A handful of UCF players mocked Texas’ iconic Hook ‘Em Horns hand sign by raising their arms and displaying the infamous Horns Down gesture.
While going through the postgame handshake line, Terry repeatedly shouted “that’s classless” at the UCF players and told them, “Don’t do that s—.” Terry was still fuming 30 minutes later when he addressed the incident during his postgame news conference.
“When you do those kinds of things, it looks very classless and it also looks like you were just hoping to win,” Terry said. “We never go into games trying to hope to win. We go into games expecting to win. So we don’t act like that. We expect to win. We don’t jump up and down and act like we won the national championship. We sure don’t step on anyone’s home court and act crazy and try to show them up in any way. We don’t do that.
“You guys won. Hey, we shake your hand and tip our hat to you, but we’re not going to let you act that way in our building. You’re not going to put your horns down and do all that nonsense.”
UCF coach Johnny Dawkins told reporters after the game that Terry is “a great man” and that he has “a lot of respect” for the Texas program. Dawkins said he would review the footage and promised, “If there’s any action that needs to be taken on my end from our staff, I will do that.”
When Dawkins does watch video of the handshake line incident, he might be surprised how tame his players’ celebration was. They don’t seem to be flashing the Horns Down in the faces of Texas players. This wasn’t the atrocity that Terry made it out to be.
The bigger concern for Terry should be his own team’s inability to protect a 15-point second-half lead. The Longhorns made only four baskets over the game’s final 12 minutes, following up a dreadful road loss at outmanned West Virginia with another costly setback against an unheralded UCF team in the midst of its debut Big 12 season.
Losing winnable games is especially damaging in this year’s Big 12 because there aren’t many gimmes available. Only West Virginia, Oklahoma State and UCF are lower than 54th in the nation per Ken Pomeroy’s rankings.
Now 12-5 overall but 1-3 in the Big 12, Texas is poised to begin a gauntlet of games against rugged competition. Awaiting Texas the next three weeks: Baylor, at Oklahoma, at BYU, Houston, at TCU, Iowa State.
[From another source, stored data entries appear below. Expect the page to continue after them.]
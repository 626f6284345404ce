import type { studies } from '@evenrule/api/contract'
import { entryWords as words } from '../../strings/studies'
import { emptyGrid, typedText } from './typedGrid'

export type EntrySource = studies.StudyRevision['source']

/** Everything typed into the entry of readings; the file itself cannot be kept, its name says which it was. */
export interface EntryValues {
  source: EntrySource
  typed: string[]
  pasted: string
  file: string
  append: boolean
  /** Empty where it is left to be detected. */
  sheet: string
  layout: '' | studies.ReadAs['layout']
  columns: string[]
  separator: '' | studies.ReadAs['separator']
  decimal: '' | studies.ReadAs['decimal']
  /** A table that was read before is read as then. */
  asRemembered: boolean
  leaveOutBadRows: boolean
  collectedOn: string
  takenBy: string[]
  appraiser: string
  reason: string
}

export interface EntryStart {
  planned: number
  kept: number
  /** Readings to correct. */
  texts: readonly string[]
  today: string
  me: string
  appraiser: string
}

/** Everything about how to read left to be detected, as for every other file. */
export const nothingChosen = (): Pick<
  EntryValues,
  'sheet' | 'layout' | 'columns' | 'separator' | 'decimal' | 'asRemembered'
> => ({ sheet: '', layout: '', columns: [], separator: '', decimal: '', asRemembered: true })

export const entryStart = ({ planned, kept, texts, today, me, appraiser }: EntryStart): EntryValues => ({
  source: 'typed',
  typed: texts.length ? [...texts] : emptyGrid(planned, kept),
  pasted: '',
  file: '',
  append: kept > 0 && texts.length === 0,
  ...nothingChosen(),
  leaveOutBadRows: false,
  collectedOn: today,
  takenBy: me ? [me] : [],
  appraiser,
  reason: '',
})

type Chosen = Pick<
  studies.ReadingsInput,
  'sheet' | 'layout' | 'columns' | 'separator' | 'decimal' | 'encoding' | 'headerRows'
>
type Input = Pick<studies.ReadingsInput, 'source' | 'text'> & Chosen

const chosenOf = ({ sheet, layout, columns, separator, decimal }: EntryValues): Chosen => ({
  ...(sheet ? { sheet } : {}),
  ...(layout ? { layout } : {}),
  ...(columns.length ? { columns } : {}),
  ...(separator ? { separator } : {}),
  ...(decimal ? { decimal } : {}),
})

/** What is sent of the readings, or null while there are none. A typed grid is one reading a line. */
export function entryInput(values: EntryValues, hasFile: boolean): Input | null {
  const { source } = values
  if (source === 'uploaded') return hasFile ? { source, ...chosenOf(values) } : null
  if (source === 'pasted')
    return values.pasted.trim() ? { source, text: values.pasted, ...chosenOf(values) } : null
  const text = typedText(values.typed)
  return text.trim() ? { source, text } : null
}

/** The same as it was previewed: what is stored is read exactly as it was shown. */
export function shownInput(input: Input, preview: studies.ReadingsPreview | null): Input {
  if (preview === null || input.source === 'typed') return input
  const { sheet, encoding, separator, decimal, layout, headerRows, columns } = preview.readAs
  return {
    ...{ source: input.source, ...(input.text === undefined ? {} : { text: input.text }) },
    ...(sheet === null ? {} : { sheet }),
    ...(encoding === null || input.source === 'pasted' ? {} : { encoding }),
    ...(separator === null ? {} : { separator }),
    ...{ decimal, layout, headerRows },
    ...(columns.length ? { columns } : {}),
  }
}

/** What keeps the readings from being stored, by field; checks that need no server. */
export function entryProblems(
  values: EntryValues,
  {
    hasInput,
    preview,
    correcting,
  }: { hasInput: boolean; preview: studies.ReadingsPreview | null; correcting: boolean },
): Record<string, string | undefined> {
  const readable =
    preview === null || preview.errorCount === 0 || (values.leaveOutBadRows && preview.mayLeaveOut)
  const nothing =
    values.source === 'uploaded'
      ? values.file
        ? words.fileAgain(values.file)
        : words.fileMissing
      : words.nothing
  return {
    source: hasInput ? (readable ? undefined : words.stillWrong) : nothing,
    collectedOn: values.collectedOn ? undefined : words.collectedOnMissing,
    takenBy: values.takenBy.length ? undefined : words.takenByMissing,
    appraiser: values.appraiser.trim() ? undefined : words.appraiserMissing,
    reason: correcting && !values.reason.trim() ? words.reasonMissing : undefined,
  }
}

/** How a text or a file was read, as one sentence for reading. */
export function readAsText(readAs: studies.ReadAs, source: EntrySource): string {
  const { sheet, encoding, separator, decimal, headerRows, columns, columnNames } = readAs
  const parts = [
    sheet === null ? '' : words.inSheet(sheet),
    columns.length > 1
      ? words.inColumns(columns[0] ?? '', columns.at(-1) ?? '', columns.length)
      : columns[0] === undefined
        ? words.acrossRow
        : words.inColumn(columns[0], columnNames[0] ?? null),
    separator === null || separator === 'none' ? '' : words.readAs.separator[separator],
    separator === null ? '' : words.readAs.decimal[decimal],
    source === 'uploaded' && encoding !== null ? words.readAs.encoding[encoding] : '',
    headerRows ? words.headerRows(headerRows) : '',
  ]
  return parts.filter(Boolean).join(', ')
}
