const append = (
  event: Omit<PendingEvent, 'subject'> & Partial<Pick<PendingEvent, 'subject'>>,
  person = engineer,
) =>
  harness.inTenant('supplier', supplier, person, ['gauge-engineer'], async (tenant) =>
    tenant.record({ subject: { type: 'part', id: part }, ...event }),
  )
const list = (query: Record<string, unknown> = {}) =>
  harness.as('supplier', engineer).call(record.listEvents, { organisationId: supplier.id }, { query })
const check = (chainId: string, query: Record<string, unknown> = {}) =>
  harness
    .as('supplier', engineer)
    .call(record.verifyRecord, { organisationId: supplier.id, chainId }, { query })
And even if the Longhorns somehow survive that, road games at Houston, Kansas, Texas Tech and Baylor still remain before postseason play begins.
KenPom projects Texas to finish 17-14 overall and 6-12 in league play.
That probably wouldn’t secure the Longhorns an NCAA tournament bid.
The good news for Terry is that the cure for both his problems is the same. To return to the NCAA tournament and stop opponents from celebrating at their expense, the Longhorns need to start piling up some more wins.